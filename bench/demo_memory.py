"""Peak memory of the demo run against the size of its state arrays.

Target (issue 2): the demo's memory stays within 2x the size of its state arrays plus a
fixed overhead.  Reported as multiples of the state size: memory the propagator holds
between calls, the peak while it is built, the peak while stepping, and the peak while an
output snapshot (``propagator.system``, a new System handed to the caller) is made.  numpy registers its allocations with tracemalloc, so the traced peak
during ``Propagator.advance`` counts every array the run allocates (the state copies,
the kernel's scratch buffers and any temporaries).  The state is mass + radius +
position + velocity: 8 doubles per body.

Usage: python bench/demo_memory.py [--particles N ...]
Writes bench/results/demo_memory.json.
"""
from __future__ import annotations

import argparse
import json
import pathlib
import tracemalloc

import libration as lb
from libration.demo import demo_system


def measure(particles: int, span_days: float, method: str) -> dict:
    """Traced memory of one run, beyond the caller's System, in three views."""
    system = demo_system(particles)
    state_bytes = 8 * 8 * system.n
    tracemalloc.start()
    base, _ = tracemalloc.get_traced_memory()
    propagator = lb.Propagator(system, method, step=2.0)
    held, construction_peak = tracemalloc.get_traced_memory()
    tracemalloc.reset_peak()
    for k in range(1, 11):
        propagator.advance(span_days * k / 10)
    _, stepping_peak = tracemalloc.get_traced_memory()
    tracemalloc.reset_peak()
    for _ in range(3):
        snapshot = propagator.system  # an output: a new System for the caller
        del snapshot
    _, output_peak = tracemalloc.get_traced_memory()
    tracemalloc.stop()
    return {"particles": particles, "bodies": system.n, "method": method, "state_bytes": state_bytes,
            "held_ratio": (held - base) / state_bytes,
            "construction_peak_ratio": (construction_peak - base) / state_bytes,
            "stepping_peak_ratio": (stepping_peak - base) / state_bytes,
            "output_peak_ratio": (output_peak - base) / state_bytes}


def main() -> None:
    parser = argparse.ArgumentParser(description=__doc__.splitlines()[0])
    parser.add_argument("--particles", type=int, nargs="+", default=[3000, 30000, 300000])
    parser.add_argument("--span", type=float, default=200.0, help="days per measurement")
    args = parser.parse_args()
    method = "wisdom-holman" if "wisdom-holman" in lb.METHODS else "leapfrog"
    rows = [measure(n, args.span, method) for n in args.particles]
    print("memory beyond the caller's System, as a multiple of its state arrays (8 doubles per body)")
    print(f"{'particles':>10} {'state MB':>9} {'held':>6} {'building':>9} {'stepping':>9} {'+output':>8}")
    for row in rows:
        print(f"{row['particles']:>10} {row['state_bytes'] / 1e6:>9.2f} {row['held_ratio']:>6.2f} "
              f"{row['construction_peak_ratio']:>9.2f} {row['stepping_peak_ratio']:>9.2f} "
              f"{row['output_peak_ratio']:>8.2f}")
    out = pathlib.Path(__file__).parent / "results" / "demo_memory.json"
    out.parent.mkdir(exist_ok=True)
    out.write_text(json.dumps({"rows": rows}, indent=2))


if __name__ == "__main__":
    main()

■ **Task**: Write out, please, only the lines from the one with "stepping_peak = tracemalloc.get_traced_memory()" through the last line above, both included and unchanged.

■ **Task response**:
    _, stepping_peak = tracemalloc.get_traced_memory()
    tracemalloc.reset_peak()
    for _ in range(3):
        snapshot = propagator.system  # an output: a new System for the caller
        del snapshot
    _, output_peak = tracemalloc.get_traced_memory()
    tracemalloc.stop()
    return {"particles": particles, "bodies": system.n, "method": method, "state_bytes": state_bytes,
            "held_ratio": (held - base) / state_bytes,
            "construction_peak_ratio": (construction_peak - base) / state_bytes,
            "stepping_peak_ratio": (stepping_peak - base) / state_bytes,
            "output_peak_ratio": (output_peak - base) / state_bytes}


def main() -> None:
    parser = argparse.ArgumentParser(description=__doc__.splitlines()[0])
    parser.add_argument("--particles", type=int, nargs="+", default=[3000, 30000, 300000])
    parser.add_argument("--span", type=float, default=200.0, help="days per measurement")
    args = parser.parse_args()
    method = "wisdom-holman" if "wisdom-holman" in lb.METHODS else "leapfrog"
    rows = [measure(n, args.span, method) for n in args.particles]
    print("memory beyond the caller's System, as a multiple of its state arrays (8 doubles per body)")
    print(f"{'particles':>10} {'state MB':>9} {'held':>6} {'building':>9} {'stepping':>9} {'+output':>8}")
    for row in rows:
        print(f"{row['particles']:>10} {row['state_bytes'] / 1e6:>9.2f} {row['held_ratio']:>6.2f} "
              f"{row['construction_peak_ratio']:>9.2f} {row['stepping_peak_ratio']:>9.2f} "
              f"{row['output_peak_ratio']:>8.2f}")
    out = pathlib.Path(__file__).parent / "results" / "demo_memory.json"
    out.parent.mkdir(exist_ok=True)
    out.write_text(json.dumps({"rows": rows}, indent=2))


if __name__ == "__main__":
    main()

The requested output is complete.